* WHAT IS EXPECTED
As the answer, give every line of the records that includes the word "uniform".

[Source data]
-- -- --

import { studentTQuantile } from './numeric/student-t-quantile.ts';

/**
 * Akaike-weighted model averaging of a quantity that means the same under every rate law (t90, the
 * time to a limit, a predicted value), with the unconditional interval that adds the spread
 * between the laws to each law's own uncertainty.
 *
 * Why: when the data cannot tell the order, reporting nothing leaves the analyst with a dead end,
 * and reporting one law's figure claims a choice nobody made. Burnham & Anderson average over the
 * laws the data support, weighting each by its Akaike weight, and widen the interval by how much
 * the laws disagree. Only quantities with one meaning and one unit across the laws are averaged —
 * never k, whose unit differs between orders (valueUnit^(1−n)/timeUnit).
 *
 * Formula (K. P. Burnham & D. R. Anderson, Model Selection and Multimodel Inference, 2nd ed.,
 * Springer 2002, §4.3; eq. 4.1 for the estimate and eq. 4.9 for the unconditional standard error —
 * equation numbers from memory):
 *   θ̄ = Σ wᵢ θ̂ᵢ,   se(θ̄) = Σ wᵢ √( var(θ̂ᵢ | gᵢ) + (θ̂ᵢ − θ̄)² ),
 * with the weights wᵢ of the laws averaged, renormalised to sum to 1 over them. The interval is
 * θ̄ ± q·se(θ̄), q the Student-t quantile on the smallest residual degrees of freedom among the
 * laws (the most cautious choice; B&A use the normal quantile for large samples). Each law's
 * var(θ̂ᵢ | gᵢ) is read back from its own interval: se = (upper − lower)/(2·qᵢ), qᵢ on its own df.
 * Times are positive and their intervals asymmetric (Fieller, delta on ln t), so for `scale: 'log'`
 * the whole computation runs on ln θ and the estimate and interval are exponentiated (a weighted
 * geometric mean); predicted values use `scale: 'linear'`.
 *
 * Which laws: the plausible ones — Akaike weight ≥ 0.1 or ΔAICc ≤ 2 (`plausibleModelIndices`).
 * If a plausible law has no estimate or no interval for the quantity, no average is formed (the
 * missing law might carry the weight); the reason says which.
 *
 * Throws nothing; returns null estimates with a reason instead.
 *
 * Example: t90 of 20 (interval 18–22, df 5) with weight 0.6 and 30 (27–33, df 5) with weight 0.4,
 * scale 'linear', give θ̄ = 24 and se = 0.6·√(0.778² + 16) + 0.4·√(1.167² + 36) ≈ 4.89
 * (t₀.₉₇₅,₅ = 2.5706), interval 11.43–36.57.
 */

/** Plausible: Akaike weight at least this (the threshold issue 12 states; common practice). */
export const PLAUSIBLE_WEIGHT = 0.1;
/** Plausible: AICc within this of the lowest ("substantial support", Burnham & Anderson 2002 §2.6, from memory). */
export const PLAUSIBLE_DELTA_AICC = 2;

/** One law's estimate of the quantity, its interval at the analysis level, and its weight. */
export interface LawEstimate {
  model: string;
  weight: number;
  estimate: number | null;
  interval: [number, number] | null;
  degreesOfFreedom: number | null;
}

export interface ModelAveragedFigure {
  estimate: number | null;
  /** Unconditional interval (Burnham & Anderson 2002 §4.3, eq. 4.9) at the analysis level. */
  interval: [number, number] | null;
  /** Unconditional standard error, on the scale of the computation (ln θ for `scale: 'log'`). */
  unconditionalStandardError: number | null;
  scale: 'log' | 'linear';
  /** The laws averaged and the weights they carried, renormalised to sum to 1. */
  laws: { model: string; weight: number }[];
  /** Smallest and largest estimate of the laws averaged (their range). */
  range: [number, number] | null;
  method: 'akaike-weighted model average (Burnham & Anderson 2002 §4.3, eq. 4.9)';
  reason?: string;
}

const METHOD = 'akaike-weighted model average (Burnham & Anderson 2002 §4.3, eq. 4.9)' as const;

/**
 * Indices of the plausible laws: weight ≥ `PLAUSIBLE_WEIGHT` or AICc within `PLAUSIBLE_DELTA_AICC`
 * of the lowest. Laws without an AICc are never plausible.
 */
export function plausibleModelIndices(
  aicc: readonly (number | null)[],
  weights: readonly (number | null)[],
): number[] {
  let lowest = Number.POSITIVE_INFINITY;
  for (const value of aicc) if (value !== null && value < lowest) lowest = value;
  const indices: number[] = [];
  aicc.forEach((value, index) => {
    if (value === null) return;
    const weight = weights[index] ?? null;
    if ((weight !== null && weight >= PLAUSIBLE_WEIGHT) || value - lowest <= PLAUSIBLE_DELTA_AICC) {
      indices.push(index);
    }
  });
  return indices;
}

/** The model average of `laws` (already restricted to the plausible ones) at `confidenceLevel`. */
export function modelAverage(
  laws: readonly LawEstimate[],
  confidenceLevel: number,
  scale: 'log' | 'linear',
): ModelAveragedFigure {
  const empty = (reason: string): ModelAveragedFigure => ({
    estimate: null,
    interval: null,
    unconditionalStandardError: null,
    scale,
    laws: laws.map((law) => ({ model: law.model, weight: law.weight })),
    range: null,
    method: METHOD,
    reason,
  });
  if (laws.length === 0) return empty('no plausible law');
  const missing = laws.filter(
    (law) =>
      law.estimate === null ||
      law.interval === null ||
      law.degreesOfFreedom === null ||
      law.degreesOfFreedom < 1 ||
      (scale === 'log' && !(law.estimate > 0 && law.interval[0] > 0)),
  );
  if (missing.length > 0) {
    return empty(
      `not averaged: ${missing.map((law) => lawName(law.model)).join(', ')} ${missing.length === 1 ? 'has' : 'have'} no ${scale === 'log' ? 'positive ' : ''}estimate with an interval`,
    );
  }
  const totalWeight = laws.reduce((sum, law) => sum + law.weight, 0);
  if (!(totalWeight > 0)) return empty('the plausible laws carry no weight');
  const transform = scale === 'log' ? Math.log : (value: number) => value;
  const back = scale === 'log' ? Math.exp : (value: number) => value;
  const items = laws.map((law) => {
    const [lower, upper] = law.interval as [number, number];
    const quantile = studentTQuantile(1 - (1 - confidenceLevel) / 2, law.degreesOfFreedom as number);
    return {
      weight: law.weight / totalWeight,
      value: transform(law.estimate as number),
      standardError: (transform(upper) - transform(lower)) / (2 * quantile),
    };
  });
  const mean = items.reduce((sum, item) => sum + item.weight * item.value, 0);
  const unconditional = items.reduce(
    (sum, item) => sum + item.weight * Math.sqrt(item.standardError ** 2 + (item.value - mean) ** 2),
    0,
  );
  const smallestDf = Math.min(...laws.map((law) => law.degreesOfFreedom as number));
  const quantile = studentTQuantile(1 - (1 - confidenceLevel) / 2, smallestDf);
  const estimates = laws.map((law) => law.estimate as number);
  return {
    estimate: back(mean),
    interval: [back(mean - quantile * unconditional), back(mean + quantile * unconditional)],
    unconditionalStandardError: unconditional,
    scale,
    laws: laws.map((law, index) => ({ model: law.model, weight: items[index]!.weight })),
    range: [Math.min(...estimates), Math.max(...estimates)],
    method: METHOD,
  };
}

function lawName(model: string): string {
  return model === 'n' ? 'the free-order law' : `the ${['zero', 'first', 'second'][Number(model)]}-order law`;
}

-- -- --

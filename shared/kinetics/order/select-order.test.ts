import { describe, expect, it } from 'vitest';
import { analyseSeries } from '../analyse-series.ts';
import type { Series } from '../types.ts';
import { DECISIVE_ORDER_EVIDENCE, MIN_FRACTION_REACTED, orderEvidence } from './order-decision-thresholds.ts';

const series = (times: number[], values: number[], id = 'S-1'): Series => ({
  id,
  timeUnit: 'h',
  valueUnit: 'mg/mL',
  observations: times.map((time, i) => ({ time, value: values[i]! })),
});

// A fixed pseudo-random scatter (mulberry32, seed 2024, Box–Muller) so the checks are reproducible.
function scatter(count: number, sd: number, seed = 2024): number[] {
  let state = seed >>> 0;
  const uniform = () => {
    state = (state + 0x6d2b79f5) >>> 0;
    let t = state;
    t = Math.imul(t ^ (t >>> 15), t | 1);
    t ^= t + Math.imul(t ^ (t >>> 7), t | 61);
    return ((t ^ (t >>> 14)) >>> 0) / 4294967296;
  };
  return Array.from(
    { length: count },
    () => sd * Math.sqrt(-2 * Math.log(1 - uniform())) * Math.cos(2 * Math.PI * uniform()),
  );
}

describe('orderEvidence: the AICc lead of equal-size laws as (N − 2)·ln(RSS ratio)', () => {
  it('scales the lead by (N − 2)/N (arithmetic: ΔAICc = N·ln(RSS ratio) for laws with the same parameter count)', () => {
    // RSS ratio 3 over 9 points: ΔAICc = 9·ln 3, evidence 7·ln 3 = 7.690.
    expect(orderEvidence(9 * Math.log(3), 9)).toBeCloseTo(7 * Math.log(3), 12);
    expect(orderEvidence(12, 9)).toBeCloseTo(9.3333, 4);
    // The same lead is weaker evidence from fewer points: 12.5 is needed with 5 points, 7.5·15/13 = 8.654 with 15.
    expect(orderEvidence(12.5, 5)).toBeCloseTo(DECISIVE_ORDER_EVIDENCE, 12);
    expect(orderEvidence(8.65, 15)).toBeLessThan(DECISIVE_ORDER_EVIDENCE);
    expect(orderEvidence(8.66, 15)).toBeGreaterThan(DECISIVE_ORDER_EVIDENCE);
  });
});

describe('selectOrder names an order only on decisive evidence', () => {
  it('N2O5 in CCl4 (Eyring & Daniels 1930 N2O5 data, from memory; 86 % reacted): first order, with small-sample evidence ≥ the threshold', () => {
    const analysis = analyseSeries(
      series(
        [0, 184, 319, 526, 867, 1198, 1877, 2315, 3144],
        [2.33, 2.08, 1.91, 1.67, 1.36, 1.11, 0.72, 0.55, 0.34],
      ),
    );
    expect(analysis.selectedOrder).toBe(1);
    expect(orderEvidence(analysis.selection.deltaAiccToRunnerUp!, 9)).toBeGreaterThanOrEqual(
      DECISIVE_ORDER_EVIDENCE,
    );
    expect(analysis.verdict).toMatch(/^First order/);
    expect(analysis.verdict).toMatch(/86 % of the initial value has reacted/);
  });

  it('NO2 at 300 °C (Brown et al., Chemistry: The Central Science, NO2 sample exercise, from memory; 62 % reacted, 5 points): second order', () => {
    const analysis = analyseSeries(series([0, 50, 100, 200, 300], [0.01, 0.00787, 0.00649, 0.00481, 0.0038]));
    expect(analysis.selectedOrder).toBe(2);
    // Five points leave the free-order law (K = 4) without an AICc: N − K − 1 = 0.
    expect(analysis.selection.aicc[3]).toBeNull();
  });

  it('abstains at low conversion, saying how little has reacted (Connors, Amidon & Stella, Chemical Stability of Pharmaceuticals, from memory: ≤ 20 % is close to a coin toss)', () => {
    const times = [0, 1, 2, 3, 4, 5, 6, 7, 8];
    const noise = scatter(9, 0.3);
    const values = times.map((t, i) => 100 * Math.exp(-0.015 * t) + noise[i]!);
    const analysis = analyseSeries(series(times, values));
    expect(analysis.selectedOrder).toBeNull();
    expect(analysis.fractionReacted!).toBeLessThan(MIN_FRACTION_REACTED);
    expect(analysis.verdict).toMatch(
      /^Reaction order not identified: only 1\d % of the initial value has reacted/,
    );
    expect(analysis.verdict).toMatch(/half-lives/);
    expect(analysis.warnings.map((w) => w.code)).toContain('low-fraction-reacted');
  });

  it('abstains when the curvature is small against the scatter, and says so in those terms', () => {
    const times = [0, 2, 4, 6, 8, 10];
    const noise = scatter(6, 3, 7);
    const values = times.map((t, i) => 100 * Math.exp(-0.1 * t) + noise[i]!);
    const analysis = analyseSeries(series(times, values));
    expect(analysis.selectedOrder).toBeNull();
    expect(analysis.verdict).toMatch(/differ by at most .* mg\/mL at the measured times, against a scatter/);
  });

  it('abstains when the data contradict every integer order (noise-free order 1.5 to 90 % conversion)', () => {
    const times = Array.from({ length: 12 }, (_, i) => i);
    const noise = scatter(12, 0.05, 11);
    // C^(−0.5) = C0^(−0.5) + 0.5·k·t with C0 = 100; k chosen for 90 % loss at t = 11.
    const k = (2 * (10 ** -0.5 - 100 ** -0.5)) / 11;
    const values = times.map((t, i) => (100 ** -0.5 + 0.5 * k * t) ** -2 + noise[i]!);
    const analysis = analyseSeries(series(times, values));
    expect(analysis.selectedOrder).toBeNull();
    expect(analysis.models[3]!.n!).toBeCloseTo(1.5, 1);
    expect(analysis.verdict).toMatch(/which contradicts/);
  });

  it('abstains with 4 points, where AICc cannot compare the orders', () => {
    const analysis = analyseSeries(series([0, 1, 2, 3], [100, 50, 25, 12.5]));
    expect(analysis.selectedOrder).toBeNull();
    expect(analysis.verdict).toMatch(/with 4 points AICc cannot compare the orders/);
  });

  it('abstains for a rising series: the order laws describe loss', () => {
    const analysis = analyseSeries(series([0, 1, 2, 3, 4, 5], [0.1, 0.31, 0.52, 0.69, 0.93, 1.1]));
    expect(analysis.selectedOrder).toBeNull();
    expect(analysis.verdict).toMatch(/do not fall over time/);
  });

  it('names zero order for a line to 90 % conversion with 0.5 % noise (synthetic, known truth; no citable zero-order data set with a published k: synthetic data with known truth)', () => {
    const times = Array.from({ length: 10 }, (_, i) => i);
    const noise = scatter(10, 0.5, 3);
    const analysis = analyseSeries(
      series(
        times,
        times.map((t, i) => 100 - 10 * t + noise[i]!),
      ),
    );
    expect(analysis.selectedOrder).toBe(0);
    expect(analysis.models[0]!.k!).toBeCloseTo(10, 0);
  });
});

-- -- --

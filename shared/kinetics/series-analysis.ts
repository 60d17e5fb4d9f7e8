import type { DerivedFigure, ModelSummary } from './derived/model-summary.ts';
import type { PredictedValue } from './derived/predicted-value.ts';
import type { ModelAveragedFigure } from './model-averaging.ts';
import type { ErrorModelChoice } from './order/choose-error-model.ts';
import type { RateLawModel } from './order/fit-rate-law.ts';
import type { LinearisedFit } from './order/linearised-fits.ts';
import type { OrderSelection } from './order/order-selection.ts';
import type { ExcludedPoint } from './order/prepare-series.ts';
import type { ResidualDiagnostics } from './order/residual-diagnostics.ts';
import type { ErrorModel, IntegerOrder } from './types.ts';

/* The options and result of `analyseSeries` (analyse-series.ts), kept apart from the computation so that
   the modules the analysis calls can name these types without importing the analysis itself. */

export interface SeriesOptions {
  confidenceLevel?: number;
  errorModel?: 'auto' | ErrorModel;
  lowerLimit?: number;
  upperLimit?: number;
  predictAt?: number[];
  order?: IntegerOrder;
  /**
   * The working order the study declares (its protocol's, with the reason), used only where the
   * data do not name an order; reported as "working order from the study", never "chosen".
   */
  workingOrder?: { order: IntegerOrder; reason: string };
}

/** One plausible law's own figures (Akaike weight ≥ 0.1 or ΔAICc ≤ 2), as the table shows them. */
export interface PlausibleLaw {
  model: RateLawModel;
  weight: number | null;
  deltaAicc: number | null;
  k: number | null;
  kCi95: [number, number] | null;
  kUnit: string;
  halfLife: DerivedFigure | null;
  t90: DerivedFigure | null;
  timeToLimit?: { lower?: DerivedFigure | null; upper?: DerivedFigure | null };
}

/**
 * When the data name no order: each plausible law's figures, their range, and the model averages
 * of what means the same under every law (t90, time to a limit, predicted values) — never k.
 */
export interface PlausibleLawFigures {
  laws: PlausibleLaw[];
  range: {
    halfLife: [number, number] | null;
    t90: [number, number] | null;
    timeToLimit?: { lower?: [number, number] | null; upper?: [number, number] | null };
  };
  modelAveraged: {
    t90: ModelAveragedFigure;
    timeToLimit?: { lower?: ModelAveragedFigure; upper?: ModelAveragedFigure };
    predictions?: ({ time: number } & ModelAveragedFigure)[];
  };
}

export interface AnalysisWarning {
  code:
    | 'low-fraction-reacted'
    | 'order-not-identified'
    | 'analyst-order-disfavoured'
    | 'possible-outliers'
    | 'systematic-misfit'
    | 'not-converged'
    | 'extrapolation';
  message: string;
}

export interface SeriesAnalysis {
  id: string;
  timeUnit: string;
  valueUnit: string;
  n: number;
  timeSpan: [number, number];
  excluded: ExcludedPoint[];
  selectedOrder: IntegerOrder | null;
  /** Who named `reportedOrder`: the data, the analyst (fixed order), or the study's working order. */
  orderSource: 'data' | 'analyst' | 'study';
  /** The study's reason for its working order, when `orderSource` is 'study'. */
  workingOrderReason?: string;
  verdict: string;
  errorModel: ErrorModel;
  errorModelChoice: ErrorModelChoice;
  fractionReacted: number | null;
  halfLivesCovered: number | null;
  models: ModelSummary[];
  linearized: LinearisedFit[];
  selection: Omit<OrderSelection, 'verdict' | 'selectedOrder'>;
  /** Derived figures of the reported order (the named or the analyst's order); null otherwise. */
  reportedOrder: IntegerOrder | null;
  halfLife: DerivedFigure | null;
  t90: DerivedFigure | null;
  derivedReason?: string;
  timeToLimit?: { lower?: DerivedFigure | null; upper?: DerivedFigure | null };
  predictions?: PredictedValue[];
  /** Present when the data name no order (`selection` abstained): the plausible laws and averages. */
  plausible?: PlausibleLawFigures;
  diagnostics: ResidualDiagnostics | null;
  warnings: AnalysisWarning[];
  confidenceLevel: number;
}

-- -- --

* SOLUTION
  const uniform = () => {
    () => sd * Math.sqrt(-2 * Math.log(1 - uniform())) * Math.cos(2 * Math.PI * uniform()),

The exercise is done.